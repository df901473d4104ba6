using System.Globalization;
using PanelRound.Data.Entities;
using PanelRound.Web.Features.Indicators;
using PanelRound.Web.Features.Rounds;

namespace PanelRound.Web.Features.Answers;

public sealed record AnswerValues(double? Value, double? P10, double? P50, double? P90);

public sealed record RoundInfo(int Number, DateTime OpensAt, DateTime ClosesAt, bool IsOpen);

/// <summary>One target period of a question, as the expert sees it.</summary>
public sealed record ExpertPeriod(string Period, AnswerValues? Current, bool CurrentIsDraft, AnswerValues? Previous, GroupFeedback? Feedback);

public sealed record ExpertQuestion(
    int Id, string Label, string? HelpText, ResponseFormat Format, string Unit, int Decimals,
    double? HardMin, double? HardMax, double? PlausibleMin, double? PlausibleMax,
    IReadOnlyList<SeriesPoint> Reference, IReadOnlyList<ExpertPeriod> Periods, IReadOnlyList<string> Rationales,
    int? Confidence, string? Rationale);

/// <summary>Whom the experts of a panel write to with questions; either part may be missing.</summary>
public sealed record PanelContact(string? Name, string? Email);

/// <summary>
/// The published consensus of one question-period as the expert sees it once the panel concluded,
/// beside the expert's own answer in the final round. <paramref name="Withheld"/>: fewer answers
/// than the panel's minimum group size, so no number is shown; <paramref name="BandWithheld"/>:
/// the band is shown by the rule of the group's spread (from
/// <see cref="Core.Statistics.AnonymousFeedback.MinimumForSpread"/> answers), since a band of
/// few answers can be solved for the individual answers.
/// </summary>
public sealed record ExpertConsensus(
    int QuestionId, string Period, int N, int MinimumGroupSize, bool Withheld, double? Value, bool BandWithheld, double? Low, double? High, AnswerValues? FinalAnswer);

/// <summary>
/// What an expert's personal link shows: their own membership only, and anonymous group feedback;
/// <c>AsOf</c> is the app's clock when the form was read (the time left in the round is measured
/// from it), <c>Contact</c> the panel's contact when the facilitator gave one, and once the panel
/// concluded <c>Consensus</c> its published consensus per question-period (in the questions'
/// order) from round <c>ConsensusRound</c>.
/// </summary>
public sealed record ExpertForm(
    int PanelId, int MembershipId, string PanelCode, string Title, string BriefHtml, PanelState PanelState,
    RoundInfo? Round, bool CanAnswer, string? ReadOnlyReason, int? FeedbackRound, bool OutliersMustJustify,
    DateTime? LastSubmittedAt, IReadOnlyList<ExpertQuestion> Questions,
    DateTime AsOf, PanelContact? Contact, int? ConsensusRound, IReadOnlyList<ExpertConsensus> Consensus);

/// <summary>How long is left until a deadline, in the words a reader takes in at a glance.</summary>
public static class TimeLeftText
{
    /// <summary>
    /// "11 days 23 hours", "5 hours 12 minutes", "40 minutes", "less than a minute"; the two
    /// largest units, always rounded down, so the time left is never overstated. Zero or less: "no time".
    /// </summary>
    public static string Describe(TimeSpan left)
    {
        if (left <= TimeSpan.Zero)
        {
            return "no time";
        }
        if (left < TimeSpan.FromMinutes(1))
        {
            return "less than a minute";
        }
        var (big, bigUnit, small, smallUnit) = left.TotalDays >= 1
            ? ((int)left.TotalDays, "day", left.Hours, "hour")
            : left.TotalHours >= 1
                ? ((int)left.TotalHours, "hour", left.Minutes, "minute")
                : ((int)left.TotalMinutes, "minute", 0, "");
        var text = Count(big, bigUnit);
        return small > 0 ? text + " " + Count(small, smallUnit) : text;
    }

    private static string Count(int n, string unit) => n.ToString(CultureInfo.InvariantCulture) + " " + unit + (n == 1 ? "" : "s");
}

-- Exercise directions --
Begin with the line that has "namespace PanelRound.Web.Features.Answers;" in the listing above and end after the line that has "expert sees it.</summary>"; output those lines exactly.

-- Solution --
namespace PanelRound.Web.Features.Answers;

public sealed record AnswerValues(double? Value, double? P10, double? P50, double? P90);

public sealed record RoundInfo(int Number, DateTime OpensAt, DateTime ClosesAt, bool IsOpen);

/// <summary>One target period of a question, as the expert sees it.</summary>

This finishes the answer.